Lutheran Ridge Cemetery – Contribution

11/10/2005: Thanks to Tim Steinman and his father Larry for sharing this story about the legends of Lutheran Ridge Cemetery’s mysterious Copley tombstone in Carey. In 1958, Larry and two friends went to the cemetery to investigate the legends, taking the photos below. Did the legend hold true? Check out the story below.

The story goes that a wife, Dianah V. Copley, was found dead. She had been strangled. No murder charges were ever brought up because of the lack of evidence. Today, her husband, Irvin Copley, is also deceased and they are buried together under one tombstone that reads husband and wife. The solid marble stone is near the road. It’s said that if you park in front of the tombstone with the headlights on, there are “unnatural lines” at the top of the marble stone that depict the two individuals. They are facing each other and the husband’s hands are wrapped tightly around the wife’s throat. The tombstone has been altered more than once, but the image still returns. The cemetery (Lutheran Ridge Cemetery, Carey, Ohio) has also blocked off the area so that cars can no longer park in front of the headstone. There was a town legend about this tombstone that if you sat upon it or touched it, you would be cursed. However, no one knows what the curse entails.

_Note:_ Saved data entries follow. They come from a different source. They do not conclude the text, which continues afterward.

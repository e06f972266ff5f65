"""Computed hints against the audit they explain: generated plans of 1k, 10k
and 100k loads (invented data, ``biastree.input.generate``), the audit
(``check_tree``: solve, error terms, output resistances, verdicts) and the
hints for every failing load, timed back to back in one process.

    python benchmarks/bench_hints.py                      # 1k, 10k, 100k loads, simple mirrors
    python benchmarks/bench_hints.py 10000 --topologies all --conditions --mismatch

Times are CPU seconds of this process (numpy runs single-threaded here, so on
a quiet machine they are the wall time) and wall seconds, best of --repeat;
the garbage collector is paused as ``biastree check`` pauses it.
"""

from __future__ import annotations

import argparse
import gc
import json
import os
import time

import biastree
from biastree.analysis.advise import hints
from biastree.analysis.pipeline import check_tree
from biastree.input.generate import Ranges, random_plan
from biastree.physics.topologies import TOPOLOGIES


def timed(fn, repeat: int):  # type: ignore[no-untyped-def]
    best = None
    for _ in range(repeat):
        c, w = time.process_time(), time.perf_counter()
        out = fn()
        cpu, wall = time.process_time() - c, time.perf_counter() - w
        best = (cpu, wall, out) if best is None or cpu < best[0] else best
    return best


def main() -> None:
    parser = argparse.ArgumentParser()
    parser.add_argument("sizes", nargs="*", type=int, default=[1_000, 10_000, 100_000])
    parser.add_argument("--repeat", type=int, default=3)
    parser.add_argument("--topologies", default="simple", help="comma-separated, or 'all'")
    parser.add_argument("--conditions", action="store_true", help="add 3 temperatures × 2 supplies × 1 corner")
    parser.add_argument("--mismatch", action="store_true", help="add matching coefficients to every device")
    args = parser.parse_args()
    names = tuple(TOPOLOGIES) if args.topologies == "all" else tuple(args.topologies.split(","))
    print(f"topologies {', '.join(names)}; conditions {'yes' if args.conditions else 'no'}; "
          f"mismatch {'yes' if args.mismatch else 'no'}; load average {os.getloadavg()[0]:.1f}")
    print(f"{'loads':>8} {'mirrors':>8} {'failing':>8} {'hinted':>8} {'audit CPU':>10} {'wall':>7} "
          f"{'hints CPU':>10} {'wall':>7} {'hints/audit':>12}")
    gc.disable()
    for n in args.sizes:
        plan = random_plan(n, seed=n, ranges=Ranges(topologies=names))
        if args.conditions:
            plan["conditions"] = {"temperatures": ["-40C", "27C", "125C"], "supplies": ["3.0V", "3.6V"],
                                  "corners": {"weak": {"beta": "-20%", "vth": "30mV"}}}
        if args.mismatch:
            d = plan["devices"]
            d["qn"].update(area="40um^2", a_is_pair="1%*um")
            d["qp"].update(area="60um^2", a_is_pair="1.5%*um")
            for k in ("mn", "mp"):
                d[k].update(a_vt_pair="5mV*um", a_beta_pair="1%*um")
        tree = biastree.loads(json.dumps(plan), f"generated {n}", "json")
        a_cpu, a_wall, result = timed(lambda: check_tree(tree), args.repeat)  # noqa: B023
        h_cpu, h_wall, got = timed(lambda: hints(result), args.repeat)  # noqa: B023
        failing = int((~result.passed).sum())
        print(f"{n:>8} {len(tree.mirrors):>8} {failing:>8} {len(got):>8} {a_cpu:>9.2f}s {a_wall:>6.2f}s "
              f"{h_cpu:>9.2f}s {h_wall:>6.2f}s {h_cpu / a_cpu:>11.2f}×", flush=True)
        gc.collect()
    print(f"({os.cpu_count()} cores; best of {args.repeat} by CPU time; load average now {os.getloadavg()[0]:.1f})")


if __name__ == "__main__":
    main()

In 1958, my father (Larry Steinman) and two of his high school friends found the tombstone that they had heard talk about, and the real, actual pictures were taken that day at Lutheran Ridge Cemetery. In the pictures, if you look at the tombstone on the right, there is a side silhouette view of Dianah V. Copley with her husband Irvin Copley on the left (side view also) with what looks like his hands around her neck just below her name on the tombstone. That day in 1958, my father and his friend both sat on the tombstone and touched it. Were they cursed? My father’s friend, with the last name from what he remembers was Baldwin, was involved in a fatal car accident a month later and died after having his head decapitated. As for my father, he thinks his curse was the past seventy years of his life, filled with greater than normal bad luck that has cursed him from sitting on the Copley tombstone. Growing up, my father always told us kids the story of the Copley tombstone, and we were quick to dismiss it because we always thought he was just trying to scare us.

Finally one day in 1989, we were up around Carey, Ohio, visiting family and we decided to try and go find the Copley tombstone. It took most of the day to try to find the cemetery because it had changed so much over the years, but we finally found it. Some of the changes made are now that you can’t drive up as close to it as my father once did back in 1958. You had to park in a parking lot and walk a ways to get to the entrance of the cemetery. Once there, we spent a great amount of time trying to find the tombstone and it all seemed hopeless, until we finally found it, and when we did, it was nothing like it used to be. In the picture from 1958, you can see that there are two small shrubs on each side of it laterally and in 1989, they were about fifteen feet tall and much bigger. The tombstone, over the years, was changed several times and the faces kept reappearing each time. In 1989 when I saw the tombstone, it was one that was hidden between shrubs and the tombstone was very small, about six inches by six inches, and so small that there was no room for nothing. No faces anymore.